Companies like Tory Burch, Kate Spade & Company, Sephora and Rent the Runway start foundations as a transparent way to use corporate money to do good through a separate entity from the company itself. Of course, if that good-doing happens to align with that brand's image and/or own origin story — and if the brand's reputation stands to benefit from publicity of a charitable undertaking — that transparency is especially advantageous. 

"Our Foundation has had a positive impact on the bottom line, which is not something I ever expected," explains Tory Burch. "It is important to our employees — it attracts people to want to work with us — and to our customers who care about giving back. It's a win-win. Now I tell the entrepreneurs we work with to think about social responsibility from the beginning." 

Judging by any of the aforementioned company's websites and social media accounts, these programs also offer many opportunities for content creation — and not just at a one-time event, but throughout the process of choosing participants and all that the incubators, many of which last a year, entail. And, of course, supporting female-led startups, in particular, is important. As Valerie Biberaj, director of the Kate Spade & Company Foundation pointed out, only 21 percent of NYC startups are founded by women, and women-led startups receive just 10 percent of venture capital funding.

The similarity of these programs and their feminist messaging might raise some eyebrows, particularly during a time when feminism is being used as a marketing tool with increasing frequency.
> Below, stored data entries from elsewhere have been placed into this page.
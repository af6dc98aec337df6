package observe

import (
	"cmp"
	"math"
	"strings"
)

// part is what a column is asked for.
type part int

const (
	response part = iota
	trials
	denominator
	factor
	weight
	coordinateX
	coordinateY
	geometry
	linear
	category
	keep
)

// String names the part in messages about the header.
func (p part) String() string {
	return [...]string{"the response", "the trials", "the denominator", "a factor of the denominator", "the weight", "the x coordinate", "the y coordinate", "the geometry",
		"a linear covariate", "a category", "text to keep"}[p]
}

// word names the part in codes.
func (p part) word() string {
	return [...]string{"response", "trials", "denominator", "factor", "weight", "coordinate", "coordinate", "geometry", "covariate", "covariate", "text"}[p]
}

// subject names the part in reasons.
func (p part) subject() string {
	if p == trials {
		return "number of trials"
	}
	return p.word()
}

// what names the part that a field plays, in messages about the header.
func (f field) what() string {
	if f.called != "" {
		return "the " + f.called
	}
	return f.part.String()
}

// word names the part that a field plays, in codes.
func (f field) word() string {
	if f.called != "" {
		return strings.ReplaceAll(f.called, " ", "-")
	}
	return f.part.word()
}

// subject names the part that a field plays, in reasons.
func (f field) subject() string { return cmp.Or(f.called, f.part.subject()) }

func (p part) isText() bool { return p == category || p == keep }

const (
	longestLongitude = 360 // degrees: longitudes counted eastward to 360 and continued past 180 are both met
	// farthestPlane in metres is more than any plane on the globe reaches; beyond it lie marks for no value and
	// numbers whose squares lose the metres.
	farthestPlane = 1e9
)

// firstFault fills the row at hand from a record and returns the first fault it has, if any.
func (r *rows) firstFault(record []string, here Error) (Aside, bool) {
	r.limits = r.limits[:0]
	for i, f := range r.fields {
		s := r.cell(record, f)
		if f.part == geometry {
			if a, bad := r.shapeFault(f, s); bad {
				return a, true
			}
			continue
		}
		if f.part.isText() {
			if f.part == category && r.format.isMissing(s) {
				return fault(f, s, faultMissing), true
			}
			r.text[i] = s
			continue
		}
		v, bad := r.number(i, s, here)
		if bad != "" {
			return fault(f, s, bad), true
		}
		r.value[i] = v
		if code, reason := r.outOfRange(f, v); code != "" {
			if code == "positives-above-trials" {
				f = r.fields[0]
				s = r.cell(record, f)
			}
			return Aside{Column: f.name, Value: shorten(s), Code: code, Reason: reason}, true
		}
	}
	return Aside{}, false
}

// number reads a trimmed field of the row at hand, by the rule for values below a limit where the part may have them.
func (r *rows) number(i int, s string, here Error) (float64, string) {
	if r.fields[i].at == atHeight {
		return r.height()
	}
	v, bad := r.format.number(s)
	switch bad {
	case "":
		r.commas[i].numbers++
	case faultNumber, faultGrouped, faultPoint:
		if r.format.BelowLimit != Refuse && r.fields[i].mayBeBelow(r.want.Kind) {
			if limit, is := r.format.limit(s); is {
				return r.belowLimit(i, limit)
			}
		}
		bad = r.notNumber(i, s, bad, here)
	}
	return v, bad
}

// height returns the third coordinate of the row at hand.
func (r *rows) height() (float64, string) {
	if math.IsNaN(r.site.z) {
		return notANumber, faultMissing
	}
	return r.site.z, ""
}

// mayBeBelow reports whether a part may have values below a detection limit.
func (f field) mayBeBelow(kind Kind) bool {
	return f.part == linear || f.part == response && kind == Measure
}

// belowLimit returns what stands for a value below a limit. A value that is kept counts with its row.
func (r *rows) belowLimit(i int, limit float64) (float64, string) {
	switch r.format.BelowLimit {
	case AsideLimit:
		r.below[i]++
		return notANumber, faultLimit
	case HalfLimit:
		limit /= 2
	}
	r.limits = append(r.limits, i)
	return limit, ""
}

// fault describes a value that is missing or no number.
func fault(f field, value, code string) Aside {
	a := Aside{Column: f.name, Value: shorten(value), Code: code, Reason: f.subject()}
	switch code {
	case faultMissing:
		a.Code += "-" + f.word()
		a.Reason += " is missing"
	case faultInfinite:
		a.Reason += " is not finite"
	case faultLimit:
		a.Reason += " is below a detection limit"
	default:
		a.Reason += " is not a number"
	}
	return a
}

// outOfRange returns the code and reason of a finite number that its part cannot use. The response has been read
// when the trials are looked at.
func (r *rows) outOfRange(f field, v float64) (code, reason string) {
	p, whole := f.part, v == math.Trunc(v)
	switch {
	case p == response && r.want.Kind != Measure && v < 0:
		return "negative-count", "response is negative"
	case p == response && r.want.Kind != Measure && !whole:
		return "fractional-count", "response is not a whole number"
	case p == trials && v <= 0:
		return "trials-not-positive", "number of trials is not above 0"
	case p == trials && !whole:
		return "fractional-trials", "number of trials is not a whole number"
	case p == trials && r.value[0] > v:
		return "positives-above-trials", "response is above the number of trials"
	case p == denominator && v <= 0:
		return "denominator-not-positive", "denominator is not above 0"
	case p == factor && v <= 0:
		return f.word() + "-not-positive", cmp.Or(f.called, "factor of the denominator") + " is not above 0"
	case p == weight && v <= 0:
		return "weight-not-positive", "weight is not above 0"
	case p == coordinateX && r.table.Degrees && math.Abs(v) > longestLongitude:
		return "coordinates-out-of-range", "longitude is beyond -360 to 360"
	case p == coordinateX || p == coordinateY:
		return beyondPlane(math.Abs(v))
	}
	return "", ""
}

// beyondPlane returns the code and reason of a coordinate that no plane has.
func beyondPlane(size float64) (code, reason string) {
	if size > farthestPlane {
		return "coordinates-out-of-range", "coordinate is beyond -1e9 to 1e9 metres"
	}
	return "", ""
}
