package observe

import "slices"

// largestBlock is the size of the pieces in which a large file is held, where no record takes more.
const largestBlock = 4 << 20

// blocks cuts a file into pieces that end where a record ends. A file of unknown size is thus held once, where one
// growing slice would be copied and held twice.
type blocks struct {
	from *bounded
	size int    // bytes of the next block; doubles up to largestBlock, so that small files take little
	rest []byte // what was read of the record behind the last block
	err  error  // what ended the reading; from has no more to give
}

// next returns the next block and what comes after it: nil for another block, io.EOF, or the failure of the reader.
// Only a block with nothing but an end or a failure behind it may be empty or end within a record.
func (b *blocks) next() ([]byte, error) {
	block := append(make([]byte, 0, b.size), b.rest...)
	b.size = min(2*b.size, largestBlock)
	for {
		for len(block) < cap(block) && b.err == nil {
			var n int
			n, b.err = b.from.Read(block[len(block):cap(block)])
			block = block[:len(block)+n]
		}
		if b.err != nil {
			return slices.Clone(block), b.err // the room left over may be most of the block
		}
		if whole := len(block) - b.from.size; whole > 0 { // bounded counts the bytes since the last end of a record
			b.rest = block[whole:]
			return block[:whole:whole], nil
		}
		block = slices.Grow(block, len(block))
	}
}
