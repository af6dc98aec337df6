package observe

import (
	"strconv"
	"strings"
	"time"
)

// DateForm is how the dates of a column are written.
type DateForm string

// The forms of dates.
const (
	DateISO         DateForm = "year-month-day"
	DatePoints      DateForm = "day.month.year"
	DateDayFirst    DateForm = "day/month/year"
	DateMonthFirst  DateForm = "month/day/year"
	DateEitherFirst DateForm = "day/month/year or month/day/year"
)

// isTruth reports whether a value is a word for true or false.
func isTruth(s string) bool {
	switch strings.ToLower(s) {
	case "true", "false", "t", "f", "yes", "no", "y", "n":
		return true
	}
	return false
}

// dateCounts counts the dates of a column by the way in which they are written.
type dateCounts struct {
	iso, points, slashes int
	dayFirst, monthFirst int // of those with slashes, that can be read in one way only
}

// take counts a value if it is a date.
func (d *dateCounts) take(s string) bool {
	if len(s) < 6 || len(s) > 35 || s[0] < '0' || s[0] > '9' {
		return false
	}
	switch {
	case isISODate(s):
		d.iso++
		return true
	case strings.Count(s, ".") == 2:
		if day, month, ok := dayAndMonth(strings.Split(s, ".")); ok && day <= 31 && month <= 12 {
			d.points++
			return true
		}
	case strings.Count(s, "/") == 2:
		a, b, ok := dayAndMonth(strings.Split(s, "/"))
		if !ok || min(a, b) > 12 || max(a, b) > 31 {
			return false
		}
		d.slashes++
		switch {
		case a > 12:
			d.dayFirst++
		case b > 12:
			d.monthFirst++
		}
		return true
	}
	return false
}

// form names the way in which all dates of a column are written.
func (d *dateCounts) form() DateForm {
	switch {
	case d.iso > 0:
		return DateISO
	case d.points > 0:
		return DatePoints
	case d.dayFirst > 0 && d.monthFirst == 0:
		return DateDayFirst
	case d.monthFirst > 0 && d.dayFirst == 0:
		return DateMonthFirst
	}
	return DateEitherFirst
}

// isISODate reports whether a value is a date of ISO 8601 in full, with or without a time of day.
func isISODate(s string) bool {
	if len(s) < len(time.DateOnly) {
		return false
	}
	if _, err := time.Parse(time.DateOnly, s[:len(time.DateOnly)]); err != nil {
		return false
	}
	rest := s[len(time.DateOnly):]
	if rest == "" {
		return true
	}
	for _, form := range []string{"15:04", "15:04:05", "15:04Z07:00", "15:04:05Z07:00"} {
		if _, err := time.Parse(form, rest[1:]); err == nil {
			return rest[0] == 'T' || rest[0] == ' '
		}
	}
	return false
}

// dayAndMonth reads the first two parts of a date that ends in a year of two or four digits.
func dayAndMonth(parts []string) (first, second int, ok bool) {
	year := strings.TrimSpace(parts[2])
	if !isDigits(year) || len(year) != 2 && len(year) != 4 {
		return 0, 0, false
	}
	for i, to := range []*int{&first, &second} {
		p := strings.TrimSpace(parts[i])
		if !isDigits(p) || p == "" || len(p) > 2 {
			return 0, 0, false
		}
		*to, _ = strconv.Atoi(p) // two digits
	}
	return first, second, first > 0 && second > 0
}
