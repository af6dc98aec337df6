package observe

import (
	"bytes"
	"fmt"
	"slices"
	"strings"
	"unicode"
	"unicode/utf8"
)

// Format says how a table is written. The zero value finds out what can be found out. Compression and encoding are
// always found out.
type Format struct {
	Separator    rune       // between the columns; 0: comma, semicolon, tab or pipe, whichever the header has most of
	DecimalComma bool       // numbers have a decimal comma; then a comma separates columns only if it is named
	Missing      []string   // marks of a missing value beside nothing, NA, NaN and null, without blanks around them; capitals count
	BelowLimit   BelowLimit // what becomes of values below a detection limit, such as "<0.5"
}

// BelowLimit says what becomes of a value that is only known to be below a detection limit, written "<0.5" or "< 0.5"
// with a limit above 0. Only a response that is a Measure and numeric covariates have such values; elsewhere, as with
// Refuse, they are no numbers.
type BelowLimit int

const (
	Refuse     BelowLimit = iota // it is no number, and its row is set aside as that
	HalfLimit                    // half the limit stands for it
	AtLimit                      // the limit stands for it
	AsideLimit                   // its row is set aside with a code of its own, "below-limit"
)

// String names the rule as the user does: "refuse", "half", "limit" or "aside".
func (b BelowLimit) String() string {
	if b < Refuse || b > AsideLimit {
		return fmt.Sprintf("BelowLimit(%d)", int(b))
	}
	return [...]string{"refuse", "half", "limit", "aside"}[b]
}

// Validate reports a format that no table can have. Read and WholeAs call it.
func (f Format) Validate() error {
	if f.Separator != 0 && !canSeparate(f.Separator) {
		return &Error{What: fmt.Sprintf("%q cannot stand between columns", string(f.Separator)),
			Advice: "name a character that is in no name and no number, such as a semicolon"}
	}
	if f.BelowLimit < Refuse || f.BelowLimit > AsideLimit {
		return &Error{What: fmt.Sprintf("there is no rule %d for values below a limit", int(f.BelowLimit))}
	}
	return nil
}

// canSeparate reports whether a character is in no number, no name and no quotes.
func canSeparate(c rune) bool {
	return c == '\t' || c != utf8.RuneError && unicode.IsPrint(c) && !unicode.IsLetter(c) && !unicode.IsNumber(c) &&
		!strings.ContainsRune("\"'+-.<_", c)
}

// isMissing reports whether a trimmed field is a mark for no value, one of everybody's or one of the user's own.
func (f *Format) isMissing(s string) bool {
	return missing(s) || len(f.Missing) > 0 && slices.Contains(f.Missing, s)
}

// number reads a trimmed field as a number. The fault is "" for one.
func (f *Format) number(s string) (float64, string) {
	if f.isMissing(s) {
		return notANumber, faultMissing
	}
	parse := parseDecimal
	if f.DecimalComma {
		parse = parseDecimalComma
	}
	v, fault := parse(s)
	if (fault == faultNumber || fault == faultPoint) && grouped(s) {
		fault = faultGrouped
	}
	return v, fault
}

// limit reads a trimmed field as the detection limit that a value is below.
func (f *Format) limit(s string) (float64, bool) {
	below, found := strings.CutPrefix(s, "<")
	if !found {
		return 0, false
	}
	v, fault := f.number(strings.TrimSpace(below))
	return v, fault == "" && v > 0
}

// found are the separators that need not be named.
var found = []rune{',', ';', '\t', '|'}

// separator returns the character between the columns: the one that is named, or else the one that the header has
// most of outside of quotes. Where none is ahead it is a comma, or with decimal commas a semicolon.
func (f *Format) separator(head []byte, source string) (rune, error) {
	if f.Separator != 0 {
		return f.Separator, nil
	}
	count := outsideQuotes(headerLine(head))
	among := found
	if f.DecimalComma {
		among = found[1:]
	}
	best, most := among[0], 0
	for _, c := range among {
		switch {
		case count[c] > most:
			best, most = c, count[c]
		case count[c] == most:
			best = among[0]
		}
	}
	if f.DecimalComma && most == 0 && count[','] > 0 {
		return 0, &Error{File: source, What: "the header has no separator but commas, and commas are said to be decimal",
			Advice: "name the separator with --separator, or leave out --decimal-comma; both hold for all tables"}
	}
	return best, nil
}

// headerLine returns the first line on which something stands beside blanks and separators. A line end within quotes
// does not end it.
func headerLine(head []byte) []byte {
	for {
		line := firstLine(head)
		if len(line) == 0 || len(bytes.Trim(line, " \t,;|\r\n\x1a")) > 0 {
			break
		}
		head = head[len(line):]
	}
	quoted := false
	for i, c := range head {
		switch {
		case c == '"':
			quoted = !quoted
		case c == '\n' && !quoted:
			return bytes.TrimRight(head[:i], "\r")
		}
	}
	return bytes.TrimRight(head, "\r")
}

// outsideQuotes counts the ASCII characters of a line that do not stand within quotes.
func outsideQuotes(line []byte) (count [utf8.RuneSelf]int) {
	quoted := false
	for _, c := range line {
		switch {
		case c == '"':
			quoted = !quoted
		case !quoted && c < utf8.RuneSelf:
			count[c]++
		}
	}
	return count
}

// separatorWord names a separator in messages.
func separatorWord(c rune) string {
	switch c {
	case ',':
		return "comma"
	case ';':
		return "semicolon"
	case '\t':
		return "tab"
	}
	return fmt.Sprintf("%q", string(c))
}
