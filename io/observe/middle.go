package observe

import (
	"math"

	"github.com/paulmach/orb"
	"github.com/paulmach/orb/planar"
)

// middle returns the point that stands for a geometry; NaN for none.
func middle(g orb.Geometry) orb.Point {
	switch g := g.(type) {
	case orb.Point:
		return g
	case orb.MultiPoint:
		return middleOfPoints(g)
	case orb.LineString:
		return middleOfLines([]orb.LineString{g})
	case orb.MultiLineString:
		return middleOfLines(g)
	case orb.Polygon:
		return middleOfPolygons([]orb.Polygon{g})
	case orb.MultiPolygon:
		return middleOfPolygons(g)
	}
	return orb.Point{math.NaN(), math.NaN()}
}

// balance is a mean of places by their weights.
type balance struct {
	x, y, weight float64
}

func (b *balance) add(p orb.Point, weight float64) {
	if weight > 0 {
		b.weight += weight
		b.x += (p[0] - b.x) * weight / b.weight
		b.y += (p[1] - b.y) * weight / b.weight
	}
}

func middleOfPoints(points []orb.Point) orb.Point {
	var b balance
	for _, p := range points {
		b.add(p, 1)
	}
	return orb.Point{b.x, b.y}
}

// middleOfLines weights straight pieces by their length. Lines without length are points.
func middleOfLines(lines []orb.LineString) orb.Point {
	var b balance
	var ends []orb.Point
	for _, l := range lines {
		for i := 1; i < len(l); i++ {
			p, q := l[i-1], l[i]
			b.add(orb.Point{p[0] + (q[0]-p[0])/2, p[1] + (q[1]-p[1])/2}, math.Hypot(q[0]-p[0], q[1]-p[1]))
		}
		ends = append(ends, l[0])
	}
	if b.weight == 0 {
		return middleOfPoints(ends)
	}
	return orb.Point{b.x, b.y}
}

// middleOfPolygons weights polygons by their area. Polygons without area are lines.
func middleOfPolygons(polygons []orb.Polygon) orb.Point {
	var b balance
	var outer []orb.LineString
	for _, p := range polygons {
		b.add(planar.CentroidArea(p))
		outer = append(outer, orb.LineString(p[0]))
	}
	if b.weight == 0 {
		return middleOfLines(outer)
	}
	return orb.Point{b.x, b.y}
}

// farthest returns the x and the y that are farthest from 0 in a geometry.
func farthest(g orb.Geometry) (far orb.Point) {
	eachPosition(g, func(p orb.Point) {
		for i, v := range p {
			if math.Abs(v) > math.Abs(far[i]) {
				far[i] = v
			}
		}
	})
	return far
}

// eachPosition calls do at every position of a geometry.
func eachPosition(g orb.Geometry, do func(orb.Point)) {
	switch g := g.(type) {
	case orb.Point:
		do(g)
	case orb.MultiPoint:
		each(g, do)
	case orb.LineString:
		each(g, do)
	case orb.MultiLineString:
		for _, l := range g {
			each(l, do)
		}
	case orb.Polygon:
		for _, r := range g {
			each(r, do)
		}
	case orb.MultiPolygon:
		for _, p := range g {
			eachPosition(p, do)
		}
	}
}

func each(points []orb.Point, do func(orb.Point)) {
	for _, p := range points {
		do(p)
	}
}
But at least these companies are actually engaged in efforts that are (seemingly) empowering women rather than merely putting out feminist-leaning ad campaigns. 

From soliciting new ideas and staying ahead of the curve, to creating content and supporting women, to actually giving back in a more modern and hands-on way (oh, and tax incentives), the reasons companies are funding and devoting resources to incubators are myriad. And for young entrepreneurs struggling to scale and fund their businesses, they're creating more opportunities than ever.